• _Work item_
Look through the data below. Show each line where the string "Partial" occurs.

Collected data:
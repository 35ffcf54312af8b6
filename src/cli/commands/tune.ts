/**
 * `kinhue tune <photos...> --out <dir> [--from <dir>]`: fine-tunes a model (the shipped one by
 * default) on an archive's own colour photographs, with a lower learning rate, keeping its class weights
 * and decoding, and the best weights on the validation photos.
 */
import type { ArgumentsCamelCase, Argv, CommandModule } from 'yargs';
import { DEFAULT_MODEL_DIR } from '../../model/index.js';
import { checkFitArgs, fitOptions, fitOptionsFrom, runWithProgress, type FitArgs } from '../training-report.js';

const EXAMPLE = 'kinhue tune family-colour/ --out models/family --hours 1';

/**
 * Checks a parsed `tune` command line. Pure: throws UsageError with an example.
 * @example
 *   check({ photos: ['family-colour/'], out: 'models/family', steps: 500 }); // true
 */
export function check(argv: Partial<FitArgs>): true {
  return checkFitArgs(argv, 'tune', EXAMPLE);
}

export const command: CommandModule<object, FitArgs> = {
  command: 'tune <photos...>',
  describe: 'fine-tune a model on your own colour photographs (keeps the best on validation photos, stops when it no longer improves)',
  builder: (yargs: Argv) =>
    fitOptions(yargs, 'tune')
      .example(EXAMPLE, 'tune the shipped model for up to an hour')
      .example('kinhue tune family-colour/ --out models/family --hours 0.5 --freeze-encoder', 'a short tune that changes only the decoder')
      .check((argv) => check(argv as Partial<FitArgs>)),
  handler: async (argv: ArgumentsCamelCase<FitArgs>) => {
    const options = fitOptionsFrom(argv, 'tune');
    await runWithProgress({ ...options, from: options.from ?? DEFAULT_MODEL_DIR });
  },
};
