/**
 * Putting values into the masked pixels only. `keepUnmasked` is the one rule of repair: every pixel the
 * mask does not mark is the scan's own, bit for bit. `medianFill` is the classical baseline: the mask is
 * filled from its edge inwards, layer by layer, each pixel taking the median of the known pixels around
 * it (an onion-peel median fill, common practice for dust removal).
 */

/**
 * `repaired` where the mask is set, `original` elsewhere, into a new array of the original's type.
 * @example
 *   const out = keepUnmasked(scan, candidate, mask); // out[i] === scan[i] wherever mask[i] === 0
 */
export function keepUnmasked<T extends Float32Array | Uint8Array | Uint16Array>(original: T, repaired: ArrayLike<number>, mask: Uint8Array): T {
  if (original.length !== mask.length || repaired.length !== mask.length) {
    throw new RangeError(`keepUnmasked: ${original.length} original, ${repaired.length} repaired and ${mask.length} mask values`);
  }
  const out = original.slice() as T;
  for (let i = 0; i < mask.length; i++) if (mask[i]) out[i] = repaired[i]!;
  return out;
}

/**
 * Fills the masked pixels of `L` (w x h) by the onion-peel median of known neighbours within `radius`.
 * Pixels outside the mask are returned unchanged.
 * @example
 *   const filled = medianFill(L, width, height, mask);
 */
export function medianFill(L: Float32Array, w: number, h: number, mask: Uint8Array, radius = 2): Float32Array {
  const out = Float32Array.from(L);
  const known = Uint8Array.from(mask, (m) => (m ? 0 : 1));
  let todo: number[] = [];
  for (let i = 0; i < mask.length; i++) if (mask[i]) todo.push(i);
  const values: number[] = [];
  while (todo.length) {
    const layer: Array<[number, number]> = [];
    const rest: number[] = [];
    for (const p of todo) {
      const x = p % w;
      const y = (p - x) / w;
      values.length = 0;
      for (let yy = Math.max(0, y - radius); yy <= Math.min(h - 1, y + radius); yy++) {
        for (let xx = Math.max(0, x - radius); xx <= Math.min(w - 1, x + radius); xx++) {
          const q = yy * w + xx;
          if (known[q]) values.push(out[q]!);
        }
      }
      if (values.length) layer.push([p, median(values)]);
      else rest.push(p);
    }
    // A mask that covers everything has nothing to fill from: leave it as it is.
    if (!layer.length) break;
    for (const [p, v] of layer) {
      out[p] = v;
      known[p] = 1;
    }
    todo = rest;
  }
  return out;
}

function median(values: number[]): number {
  values.sort((a, b) => a - b);
  const m = values.length >> 1;
  return values.length % 2 ? values[m]! : 0.5 * (values[m - 1]! + values[m]!);
}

• _Solution_
export function check(argv: Partial<FitArgs>): true {
      .check((argv) => check(argv as Partial<FitArgs>)),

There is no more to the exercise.